S3 McMillan
- Type: Private
- Industry: Integrated Marketing Communications
- Founded: 1996
- Headquarters: 716 Main St., Boonton, New Jersey, United States
- Key people: Denise Blasevick (CEO, Founding Partner) Adam Schnitzler (CCO, Founding Partner) Gordon McMillan (Fmr. CEO and Fmr. Chief Creative Officer)

= McMillan (agency) =

S3 McMillan (formerly McMillan) is a full-service creative agency based in Boonton, NJ (NYC metro area) and Ottawa, Ontario, Canada. The agency provides brand strategy, creative development, and integrated marketing to business-to-business (B2B) and business-to-consumer (B2C) organizations.

==History==
McMillan was founded in 1996 by Gordon McMillan, the agency has grown to service accounts throughout North America. Within six months of opening, McMillan landed accounts with Microsoft and Cognos. The following year it added several clients in the high-tech industry, including Oracle University, PeopleSoft, and Nortel Networks.
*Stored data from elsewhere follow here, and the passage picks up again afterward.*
/// Reads `demand.intraday`: a profile name or a list of non-negative weights, one per opening
/// hour, not all zero.
std::optional<IntradayDraft> read_intraday(const YAML::Node& node, const std::string& path,
                                           const ItemContext& ctx, const std::string& file,
                                           Diagnostics& diag) {
  const std::vector<std::string> names(kIntradayProfiles.begin(), kIntradayProfiles.end());
  const Location where = location_of(node, file);
  if (node.IsScalar()) {
    const std::string& name = node.Scalar();
    if (is_intraday_profile(name)) return IntradayDraft{name, {}};
    const std::string near = closest_name(name, names);
    diag.error(where,
               fmt::format("{} must be a profile name ({}) or a list of hourly weights (got {})",
                           path, join(names), name),
               near.empty() ? std::string{} : fmt::format("did you mean '{}'?", near));
    return std::nullopt;
  }
  if (!node.IsSequence()) {
    diag.error(where,
               fmt::format("{} must be a profile name ({}) or a list of hourly weights such as "
                           "[1, 2, 1] (got {})",
                           path, join(names), describe_value(node)));
    return std::nullopt;
  }
  IntradayDraft d;
  bool ok = true;
  for (size_t i = 0; i < node.size(); ++i) {
    const auto w =
        read_number(node[i], fmt::format("{}[{}]", path, i), Range::at_least(0), file, diag);
    if (w) d.weights.push_back(*w);
    ok = ok && w.has_value();
  }
  const int hours = ctx.close_hour - ctx.open_hour;
  if (ctx.hours_ok && static_cast<int>(node.size()) != hours) {
    diag.error(
        where,
        fmt::format("{} gives {} but the calendar has {} opening hours ({}:00 to {}:00)", path,
                    count_of(node.size(), "weight"), hours, ctx.open_hour, ctx.close_hour),
        "give one weight per opening hour, from calendar.hours.open to "
        "calendar.hours.close");
    return std::nullopt;
  }
  if (!ok) return std::nullopt;
  if (std::all_of(d.weights.begin(), d.weights.end(), [](double w) { return w == 0.0; })) {
    diag.error(where, fmt::format("{} weights are all zero", path),
               "at least one opening hour must have customers");
    return std::nullopt;
  }
  return d;
}

void read_demand_fields(Params& p, DemandDraft& d, const ItemContext& ctx) {
  d.base = number_field(p, "base", Range::between(0, kMaxDailyMean));
  if (p.has("weekday")) {
    d.weekday.given = true;
    d.weekday.where = p.location("weekday");
    d.weekday.value = read_weekday_values(p.raw("weekday"), p.path_of("weekday"),
                                          Range::between(0, kMaxFactor), p.file(), p.diagnostics());
  }
  if (p.has("distribution")) {
    d.family.given = true;
    d.family.where = p.location("distribution");
    const std::string f = p.choice("distribution", "", {"poisson", "negative_binomial", "normal"});
    if (f == "poisson") d.family.value = DemandFamily::poisson;
    if (f == "negative_binomial") d.family.value = DemandFamily::negative_binomial;
    if (f == "normal") d.family.value = DemandFamily::normal;
  }
  d.cv = number_field(p, "cv", Range::between(0, 100));
  d.dispersion = number_field(p, "dispersion", Range::at_least(0.001));
  if (p.has("intraday")) {
    d.intraday.given = true;
    d.intraday.where = p.location("intraday");
    d.intraday.value =
        read_intraday(p.raw("intraday"), p.path_of("intraday"), ctx, p.file(), p.diagnostics());
  }
}

/// Reads a disposition choice among `options` into `f`.
void read_leftovers(Params& p, std::string_view key,
                    std::initializer_list<std::string_view> options, Field<Leftovers>& f) {
  if (!p.has(key)) return;
  f.given = true;
  f.where = p.location(key);
  const std::string l = p.choice(key, "", options);
  for (const Leftovers v :
       {Leftovers::discard, Leftovers::salvage, Leftovers::donate, Leftovers::discount_next_day}) {
    if (l == to_string(v)) f.value = v;
  }
}

void read_next_day(Params& p, Field<NextDayDraft>& f) {
  f.given = p.has("next_day");
  if (!f.given) return;
  f.where = p.location("next_day");
  auto np = p.mapping("next_day");
  if (!np) return;
  NextDayDraft d;
  d.price = number_field(*np, "price", Range::between(0, kMaxMoney));
  read_leftovers(*np, "fallback", {"discard", "salvage", "donate"}, d.fallback);
  d.bargain_demand = number_field(*np, "bargain_demand", Range::between(0, kMaxDailyMean));
  np->finish();
  f.value = d;
}

void read_markdown(Params& p, Field<MarkdownDraft>& f, const ItemContext& ctx) {
  f.given = p.has("markdown");
  if (!f.given) return;
  f.where = p.location("markdown");
  auto mp = p.mapping("markdown");
  if (!mp) return;
  MarkdownDraft d;
  if (!mp->has("from_hour")) {
    report_required(*mp, "from_hour",
                    "the clock hour from which units on their last day sell at the markdown "
                    "price, e.g. from_hour: 17");
  } else {
    d.from_hour = integer_field(*mp, "from_hour", Range{});
    const auto h = d.from_hour.value;
    if (h && ctx.hours_ok && !(ctx.open_hour < *h && *h < ctx.close_hour)) {
      mp->error("from_hour",
                fmt::format("{} must be after calendar.hours.open ({}) and before "
                            "calendar.hours.close ({}) (got {})",
                            mp->path_of("from_hour"), ctx.open_hour, ctx.close_hour, *h),
                "the markdown price applies from that clock hour until closing");
      d.from_hour.value.reset();
    }
  }
  d.price = number_field(*mp, "price", Range::between(0, kMaxMoney));
  d.uplift = number_field(*mp, "uplift", Range::between(0, kMaxFactor));
  d.surplus_only = mp->boolean("surplus_only", false);
  mp->finish();
  f.value = d;
}

/// Reads `substitutes: { id: share, ... }` (ids are resolved once every item is read).
void read_substitutes(Params& p, std::vector<SubstituteRef>& out) {
  if (!p.has("substitutes")) return;
  const YAML::Node node = p.raw("substitutes");
  const std::string path = p.path_of("substitutes");
  Diagnostics& diag = p.diagnostics();
  if (!node.IsMap()) {
    diag.error(location_of(node, p.file()),
               fmt::format("{} must be a mapping from item id to share such as {{ rye: 0.25 }} "
                           "(got {})",
                           path, describe_value(node)));
    return;
  }
  bool ok = true;
  double sum = 0.0;
  for (const auto& kv : node) {
    if (!kv.first.IsScalar() || kv.first.Scalar().empty()) {
      diag.error(
          location_of(kv.first, p.file()),
          fmt::format("{} must have item ids as keys (got {})", path, describe_value(kv.first)));
      ok = false;
      continue;
    }
    const std::string& id = kv.first.Scalar();
    const auto share = read_number(kv.second, fmt::format("{}.{}", path, id), Range::probability(),
                                   p.file(), diag);
    if (!share) {
      ok = false;
      continue;
    }
    sum += *share;
    out.push_back({id, *share, location_of(kv.first, p.file())});
  }
  if (ok && sum > 1.0 + kShareSumSlack) {
    diag.error(p.key_location("substitutes"),
               fmt::format("{} shares sum to {:.6g}; they must sum to at most 1", path, sum),
               "a share is the probability that a customer who finds this item out tries that "
               "item; the rest leave");
  }
}

/// Reads every item key but `id` that is written in `p` (an item or item_defaults).
void read_item_fields(Params& p, ItemDraft& d, const ItemContext& ctx) {
  d.price = number_field(p, "price", Range::between(0, kMaxMoney));
  d.unit_cost = number_field(p, "unit_cost", Range::between(0, kMaxMoney));
  d.shelf_life_days = integer_field(p, "shelf_life_days", Range::between(1, kMaxShelfLife));
  d.pack_size = integer_field(p, "pack_size", Range::between(1, kMaxPackSize));
  d.shelf_capacity = integer_field(p, "shelf_capacity", Range::between(1, kMaxShelfCapacity));
  read_leftovers(p, "leftovers", {"discard", "salvage", "donate", "discount_next_day"},
                 d.leftovers);
  read_next_day(p, d.next_day);
  read_markdown(p, d.markdown, ctx);
  d.salvage_value = number_field(p, "salvage_value", Range::between(0, kMaxMoney));
  d.disposal_cost = number_field(p, "disposal_cost", Range::between(0, kMaxMoney));
  d.stockout_penalty = number_field(p, "stockout_penalty", Range::between(0, kMaxMoney));
  d.weight_kg = number_field(p, "weight_kg", Range::between(0, kMaxMoney));
  d.co2e_kg = number_field(p, "co2e_kg", Range::between(0, kMaxMoney));
  read_attributes(p, d.attributes);
  if (p.has("demand")) {
    d.demand.given = true;
    d.demand.where = p.location("demand");
    if (auto dp = p.mapping("demand")) {
      read_demand_fields(*dp, d.demand, ctx);
      dp->finish();
    } else {
      d.demand.broken = true;
    }
  }
  if (ctx.defaults) {
    if (written(p, "substitutes")) {
      p.diagnostics().error(p.key_location("substitutes"), "item_defaults cannot set substitutes",
                            "give substitutes per item: they name other items");
    }
  } else {
    read_substitutes(p, d.substitutes);
  }
}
Dun & Bradstreet (D&B) selected McMillan as a preferred marketing vendor in 2003 and McMillan became D&B's lead agency until 2010. In 2024, McMillan was acquired by The S3 Agency and became known as S3 McMillan.

==Overview==
The agency had relationships with Getty Images and American Greetings. In 2007, McMillan deepened its relationship with Canada Post, becoming its primary source for interactive and web services, as well as becoming a principle marketing partner for the Canadian Medical Association (CMA). In late 2007, McMillan closed its Vancouver office, which had been operating for 5 years, servicing mainly smaller, Vancouver-based accounts. In 2011, it closed its client services center in San Francisco, CA.

==Recognition==
McMillan was named agency of record for Forest Products Association of Canada in 2004 and for Bridgewater Systems in 2005.

McMillan also was named agency of record for Sophos, a U.K.-based company specializing in email, web, and computer threat protection.

According to the Ottawa Business Journal, McMillan is one of Ottawa's largest marketing agencies.